To do: The lines to be copied are those below that contain "PlateValue".

Segment Start: Input

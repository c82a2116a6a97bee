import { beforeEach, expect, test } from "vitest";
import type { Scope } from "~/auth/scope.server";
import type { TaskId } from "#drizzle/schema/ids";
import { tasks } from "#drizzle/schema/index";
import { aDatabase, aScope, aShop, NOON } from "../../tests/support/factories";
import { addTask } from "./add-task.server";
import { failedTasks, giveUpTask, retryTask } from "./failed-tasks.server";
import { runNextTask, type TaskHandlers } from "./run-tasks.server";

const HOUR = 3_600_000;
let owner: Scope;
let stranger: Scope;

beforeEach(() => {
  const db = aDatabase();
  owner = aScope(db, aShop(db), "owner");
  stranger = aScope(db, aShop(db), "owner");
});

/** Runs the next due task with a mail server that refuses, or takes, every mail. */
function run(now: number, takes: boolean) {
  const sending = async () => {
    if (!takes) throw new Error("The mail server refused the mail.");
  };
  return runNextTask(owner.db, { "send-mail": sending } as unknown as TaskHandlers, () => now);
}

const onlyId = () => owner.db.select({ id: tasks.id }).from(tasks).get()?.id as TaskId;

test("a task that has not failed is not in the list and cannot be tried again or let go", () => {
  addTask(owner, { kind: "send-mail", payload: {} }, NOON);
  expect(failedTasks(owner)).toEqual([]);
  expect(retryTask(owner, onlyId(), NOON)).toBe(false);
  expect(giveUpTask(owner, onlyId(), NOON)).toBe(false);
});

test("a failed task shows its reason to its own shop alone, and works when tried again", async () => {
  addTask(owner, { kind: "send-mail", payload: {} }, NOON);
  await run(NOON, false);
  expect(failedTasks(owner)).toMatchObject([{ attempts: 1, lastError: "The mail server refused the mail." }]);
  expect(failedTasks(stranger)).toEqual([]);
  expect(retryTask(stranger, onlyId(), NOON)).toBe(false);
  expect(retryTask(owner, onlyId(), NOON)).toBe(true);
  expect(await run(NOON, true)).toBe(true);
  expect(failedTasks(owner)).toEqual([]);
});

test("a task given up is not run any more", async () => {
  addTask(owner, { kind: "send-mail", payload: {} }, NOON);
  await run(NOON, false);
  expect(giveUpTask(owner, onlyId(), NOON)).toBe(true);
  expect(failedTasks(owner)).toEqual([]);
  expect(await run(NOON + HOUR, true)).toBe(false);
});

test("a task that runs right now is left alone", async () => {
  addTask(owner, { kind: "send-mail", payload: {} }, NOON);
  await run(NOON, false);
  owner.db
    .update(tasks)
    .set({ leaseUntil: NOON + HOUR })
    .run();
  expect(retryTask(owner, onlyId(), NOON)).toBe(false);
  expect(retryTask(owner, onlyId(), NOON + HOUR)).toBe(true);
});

Segment End: Input
Segment Start: Input

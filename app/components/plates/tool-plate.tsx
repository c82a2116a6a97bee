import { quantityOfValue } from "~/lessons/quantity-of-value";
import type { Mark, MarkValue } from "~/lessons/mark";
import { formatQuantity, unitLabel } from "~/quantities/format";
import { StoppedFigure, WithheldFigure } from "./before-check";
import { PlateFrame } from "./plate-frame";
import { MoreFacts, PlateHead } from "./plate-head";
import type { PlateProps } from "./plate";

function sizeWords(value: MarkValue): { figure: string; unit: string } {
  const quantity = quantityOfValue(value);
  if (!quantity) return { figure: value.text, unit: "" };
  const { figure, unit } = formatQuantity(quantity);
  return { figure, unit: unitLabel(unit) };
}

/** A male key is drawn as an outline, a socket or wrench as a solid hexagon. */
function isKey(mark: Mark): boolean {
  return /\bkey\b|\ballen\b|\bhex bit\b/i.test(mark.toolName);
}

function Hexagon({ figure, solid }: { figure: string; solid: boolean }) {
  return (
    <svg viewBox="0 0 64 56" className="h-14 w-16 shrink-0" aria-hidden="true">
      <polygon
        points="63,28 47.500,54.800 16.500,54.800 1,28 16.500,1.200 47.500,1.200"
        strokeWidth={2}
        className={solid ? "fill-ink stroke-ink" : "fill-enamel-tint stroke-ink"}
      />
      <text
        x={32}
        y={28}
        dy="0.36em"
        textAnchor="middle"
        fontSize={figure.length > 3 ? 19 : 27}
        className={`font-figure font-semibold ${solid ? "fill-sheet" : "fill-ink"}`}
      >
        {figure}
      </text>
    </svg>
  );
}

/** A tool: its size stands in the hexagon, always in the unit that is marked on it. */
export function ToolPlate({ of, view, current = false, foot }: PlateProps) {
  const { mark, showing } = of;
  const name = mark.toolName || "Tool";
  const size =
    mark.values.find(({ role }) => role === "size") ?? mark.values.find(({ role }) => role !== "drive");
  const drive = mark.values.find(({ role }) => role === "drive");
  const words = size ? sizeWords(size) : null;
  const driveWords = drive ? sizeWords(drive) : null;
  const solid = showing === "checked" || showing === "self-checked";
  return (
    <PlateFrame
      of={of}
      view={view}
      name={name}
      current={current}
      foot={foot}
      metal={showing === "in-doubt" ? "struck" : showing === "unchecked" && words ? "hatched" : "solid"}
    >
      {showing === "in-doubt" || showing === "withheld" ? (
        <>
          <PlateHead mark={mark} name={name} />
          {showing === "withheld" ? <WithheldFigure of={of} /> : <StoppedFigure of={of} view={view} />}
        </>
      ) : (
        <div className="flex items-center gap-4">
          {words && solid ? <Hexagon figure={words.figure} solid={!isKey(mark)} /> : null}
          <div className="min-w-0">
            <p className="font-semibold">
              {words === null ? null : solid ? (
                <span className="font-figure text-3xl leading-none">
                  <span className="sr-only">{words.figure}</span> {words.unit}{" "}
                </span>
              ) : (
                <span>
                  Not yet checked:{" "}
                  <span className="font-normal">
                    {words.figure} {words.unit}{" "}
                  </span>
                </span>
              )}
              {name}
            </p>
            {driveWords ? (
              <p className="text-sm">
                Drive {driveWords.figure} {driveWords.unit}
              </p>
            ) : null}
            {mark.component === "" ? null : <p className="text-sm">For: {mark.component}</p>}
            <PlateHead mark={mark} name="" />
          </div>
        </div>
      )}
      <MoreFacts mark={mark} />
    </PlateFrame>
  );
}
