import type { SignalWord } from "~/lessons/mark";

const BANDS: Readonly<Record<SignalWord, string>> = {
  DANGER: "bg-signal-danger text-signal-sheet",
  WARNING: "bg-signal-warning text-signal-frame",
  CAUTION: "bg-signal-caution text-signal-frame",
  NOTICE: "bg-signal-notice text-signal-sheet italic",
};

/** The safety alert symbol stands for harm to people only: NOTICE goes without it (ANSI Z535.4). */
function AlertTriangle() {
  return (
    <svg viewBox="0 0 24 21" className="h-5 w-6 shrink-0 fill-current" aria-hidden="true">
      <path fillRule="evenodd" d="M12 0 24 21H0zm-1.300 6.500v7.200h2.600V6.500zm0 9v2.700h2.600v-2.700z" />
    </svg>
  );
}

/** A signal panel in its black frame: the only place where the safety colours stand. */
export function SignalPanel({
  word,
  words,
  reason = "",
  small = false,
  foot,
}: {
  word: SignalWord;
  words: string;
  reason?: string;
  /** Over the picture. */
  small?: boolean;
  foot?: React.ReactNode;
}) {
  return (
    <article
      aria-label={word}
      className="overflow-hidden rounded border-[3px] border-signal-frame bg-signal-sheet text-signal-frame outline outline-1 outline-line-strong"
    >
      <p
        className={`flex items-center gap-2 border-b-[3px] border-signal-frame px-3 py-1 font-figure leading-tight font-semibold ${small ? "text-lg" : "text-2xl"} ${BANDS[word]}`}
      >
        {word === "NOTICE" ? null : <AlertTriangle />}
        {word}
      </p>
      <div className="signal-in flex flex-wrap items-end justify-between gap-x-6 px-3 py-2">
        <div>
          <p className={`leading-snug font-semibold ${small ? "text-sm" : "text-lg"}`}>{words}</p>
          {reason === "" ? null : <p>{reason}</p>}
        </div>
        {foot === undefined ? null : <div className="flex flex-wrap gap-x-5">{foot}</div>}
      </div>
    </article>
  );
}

Segment End: Input
Segment Start: Input

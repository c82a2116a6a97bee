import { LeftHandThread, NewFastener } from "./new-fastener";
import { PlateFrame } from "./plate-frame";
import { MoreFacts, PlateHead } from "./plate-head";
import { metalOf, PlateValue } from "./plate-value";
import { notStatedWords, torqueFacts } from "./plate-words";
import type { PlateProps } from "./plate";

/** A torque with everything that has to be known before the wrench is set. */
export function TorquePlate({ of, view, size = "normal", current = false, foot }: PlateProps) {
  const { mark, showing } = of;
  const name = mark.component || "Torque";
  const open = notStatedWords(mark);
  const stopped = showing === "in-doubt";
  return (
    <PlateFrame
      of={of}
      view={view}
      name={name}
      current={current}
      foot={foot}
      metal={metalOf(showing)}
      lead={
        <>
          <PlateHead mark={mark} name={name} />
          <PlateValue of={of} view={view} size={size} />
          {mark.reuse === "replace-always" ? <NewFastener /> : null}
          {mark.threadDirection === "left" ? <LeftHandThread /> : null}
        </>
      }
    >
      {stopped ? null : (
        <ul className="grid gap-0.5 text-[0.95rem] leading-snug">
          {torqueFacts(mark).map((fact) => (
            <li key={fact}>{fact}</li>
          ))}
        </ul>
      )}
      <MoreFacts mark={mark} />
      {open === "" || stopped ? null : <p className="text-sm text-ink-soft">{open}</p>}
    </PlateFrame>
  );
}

Segment End: Input

Solution below:
import { metalOf, PlateValue } from "./plate-value";
          <PlateValue of={of} view={view} size={size} />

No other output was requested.